The wealthiest of the emerging bourgeoisie were indeed "merchant
princes" with palaces to rival any of the feudal aristocracy. They even acquired
political influence as advisers to the crowned heads of Europe. But they were
barred from direct political power by a political system that vested absolute
power in one monarch and even if they consorted with kings, they never were considered
socially equal. As commerce and money grew in importance the gap between the importance
of the bourgeoisie in the economy and its lack of political privilege and social
status became increasingly obvious. In England the bitter and protracted War of
the Roses among competing aristocratic factions for control of the monarchy in
the last half of the fifteenth century had led to the decimation of the feudal
aristocracy. The victor in this civil war was Henry Tudor who used weariness and
general disgust with feudal anarchy to build a strong reasonably centralized monarchy.
Wealthy bourgeois were courted for their financial support; bought empty aristocratic
titles and married their daughters to poverty-stricken aristocrats. In general
there occurred a blurring of class lines between the new wealthy bourgeoisie and
what was left of the old feudal aristocracy. Unlike most of their continental
counterparts, English aristocrats were becoming commercial agriculturists and
fused with a "funded" aristocracy of urban capitalists in a community of interest
not necessarily best served by the crown. In the seventeenth century, the House
of Commons, comprising the landed gentry as well as representatives of the commercial
classes and the towns, launched what turned out to be a revolution of modernization.

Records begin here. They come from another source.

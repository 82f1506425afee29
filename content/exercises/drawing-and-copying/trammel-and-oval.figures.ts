import {
  ellipsePerimeter,
  ellipsePerimeterRamanujan2,
  type EllipseSize,
} from '@/lib/geometry/ellipse';
import { barLength, grooveLength, pinsApart } from '@/lib/kinematics/linkage/trammel-making';
import { trammelForOval, trammelOval, trammelPose } from '@/lib/kinematics/linkage/trammel';
import { findExtremes } from '@/lib/numeric/extremes';
import { createSource } from '@/lib/marking/source';
import type { UnitSystem } from '@/lib/quantities/unit-system';
import { write } from '@/lib/quantities/write';
import type { LessonFigures, WorkedExample } from '../figures';
import { drawSize, givenLength, inUnits, lengthStep, plain, said } from '../sizes';

const degree = Math.PI / 180;

/** The numbers of the lesson on the trammel. */
export function trammelFigures(units: UnitSystem, seed: number): LessonFigures {
  const length = inUnits(units, 600, 24);
  const width = inUnits(units, 360, 14);
  const cutter = inUnits(units, 12, 1 / 2);
  const strip = inUnits(units, 3, 1 / 8);
  const bar = 45 * degree;
  const widest = widestBar(length, width);
  const skewed = askew(length, width, degree);
  const texts = {
    'explore-length': said(length, units),
    'explore-width': said(width, units),
    'explore-bar': angle(bar),
    'explore-pen': angle(penAngle(length, width, bar)),
    'widest-bar': angle(widest),
    'widest-gap': angle(widest - penAngle(length, width, widest)),
    skew: angle(degree),
    'skew-size': within(skewed.size, units, inUnits(units, 2, 3)),
    'skew-turn': write(skewed.turn / degree, '°', 2),
    'edge-flat': shortBy({ semiMajor: 10, semiMinor: 1 }),
    'edge-line': shortBy({ semiMajor: 1, semiMinor: 0 }),
    cutter: said(cutter, units),
    'cutter-error': within(edgeError(length, width, cutter / 2), units, inUnits(units, 1, 3)),
    'strip-thickness': said(strip, units),
    'strip-extra': said(Math.PI * strip, units, inUnits(units, 1, 2)),
  };
  const values = Object.fromEntries(Object.entries(texts).map(([name, text]) => [name, { text }]));
  return { values, worked: porthole(units, seed) };
}

function angle(radians: number): string {
  return write(radians / degree, '°', 1);
}

/** A bound, rounded up, so that what is said to lie within it does. */
function within(size: number, units: UnitSystem, places: number): string {
  return said(Math.ceil(size * 10 ** places) / 10 ** places, units, places);
}

/** The pen's angle seen from the middle, for a bar turned by `bar` from the long axis. */
function penAngle(length: number, width: number, bar: number): number {
  const { pen } = trammelPose(trammelForOval(length, width), bar);
  return Math.atan2(pen.y, pen.x);
}

/** The bar's angle at which the pen's angle falls farthest behind it. */
function widestBar(length: number, width: number): number {
  return findExtremes((bar) => bar - penAngle(length, width, bar), 0, Math.PI / 2).most.at;
}

/** What a groove out of square does to an oval: the change of its size, and how far it lies askew. */
function askew(length: number, width: number, skew: number) {
  const pins = trammelForOval(length, width);
  const { semiMajor, semiMinor, majorAxis } = trammelOval({
    ...pins,
    grooveAngle: Math.PI / 2 - skew,
  });
  const size = Math.max(Math.abs(2 * semiMajor - length), Math.abs(2 * semiMinor - width));
  return { size, turn: Math.min(majorAxis, Math.PI - majorAxis) };
}

/** By how much the closed form for the edge runs short, in per cent with one figure. */
function shortBy(size: EllipseSize): string {
  const exact = ellipsePerimeter(size);
  const share = (100 * (exact - ellipsePerimeterRamanujan2(size))) / exact;
  return `${Number(share.toPrecision(1))} %`;
}

/**
 * How far the edge that a round cutter leaves strays from the oval wanted, when both pins are set
 * nearer by the cutter's radius: the edge runs one radius outside the line of the cutter's middle.
 */
function edgeError(length: number, width: number, radius: number): number {
  const [a, b] = [length / 2, width / 2];
  const [f, n] = [a - radius, b - radius];
  const stray = (t: number) => {
    const across = Math.hypot(n * Math.cos(t), f * Math.sin(t));
    const x = f * Math.cos(t) + (radius * n * Math.cos(t)) / across;
    const y = n * Math.sin(t) + (radius * f * Math.sin(t)) / across;
    const slope = 2 * Math.hypot(x / a ** 2, y / b ** 2);
    return Math.abs((x / a) ** 2 + (y / b) ** 2 - 1) / slope;
  };
  return findExtremes(stray, 0, Math.PI / 2).most.value;
}

/** Which pins, grooves and bar does the porthole need, and how long is its edge? */
function porthole(units: UnitSystem, seed: number): WorkedExample {
  const { length, width, slider, beyond } = drawPorthole(units, seed);
  const pins = trammelForOval(length, width);
  const apart = pinsApart(pins);
  const edge = ellipsePerimeterRamanujan2({ semiMajor: length / 2, semiMinor: width / 2 });
  const step = (text: string, value: number) => lengthStep(text, value, units);
  return {
    question:
      'Which pins, grooves and bar does the museum’s porthole need, and how far is it round the edge?',
    givens: [
      givenLength('ℓ', 'length', length, units),
      givenLength('w', 'width', width, units),
      givenLength('s', 'slider', slider, units),
      givenLength('e', 'wood beyond pen and pin', beyond, units),
    ],
    steps: [
      step('Half of the length: from the pencil to the far pin.', pins.uprightPin),
      step('Half of the width: from the pencil to the near pin.', pins.levelPin),
      step('The pins apart: the difference of the two.', apart),
      step(
        'Each pin travels twice that; add one slider for the groove.',
        grooveLength(pins, slider),
      ),
      step(
        'The bar: from the far pin to the pencil, and wood beyond both.',
        barLength(pins, beyond),
      ),
      step('Round the edge, by the rule.', edge),
    ],
    check: `Round the edge must be more than the round of the mean diameter, ${plain((Math.PI * (length + width)) / 2, 1)}, and less than the box around it, ${plain(2 * (length + width), 1)}.`,
  };
}

/** Three draws in eight fit: so many misses in a row mean that the ranges are wrong. */
const mostTries = 200;

function drawPorthole(units: UnitSystem, seed: number) {
  const source = createSource(seed);
  for (let tries = 0; tries < mostTries; tries += 1) {
    const length = drawSize(source, units, { mm: [400, 700, 20], in: [16, 28, 1] });
    const width = drawSize(source, units, { mm: [240, 420, 20], in: [9, 17, 1] });
    const slider = source.pick(units === 'metric' ? [40, 50, 60] : [1.5, 2, 2.5]);
    const beyond = source.pick(units === 'metric' ? [25, 30] : [1, 1.25]);
    if (width >= 0.5 * length && width <= 0.8 * length) return { length, width, slider, beyond };
  }
  throw new RangeError(`drawPorthole: no fitting oval in ${mostTries} draws of seed ${seed}`);
}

In challenging the right of the King Charles I to arbitrarily levy new taxes,
Commons asserted its right of "advice and consent" as held in traditional feudal
contract and reiterated in Magna Carta. The struggle involved a twenty-year
civil war and later a short, virtually bloodless "Glorious Revolution," and by
1689 had created a government in which sovereignty rested in Parliament. The Bill
of Rights and other acts and laws liberated Englishmen from most of what was left
of feudal privilege and arbitrary royal authority. The modern, bourgeois concept
of private property was established as the legal basis for land ownership and
was established as the criterion for the voting franchise. A vague concept of
England as one nation, ruled over by a representative Parliament, albeit elected
by only about 6 per cent of the population, had developed.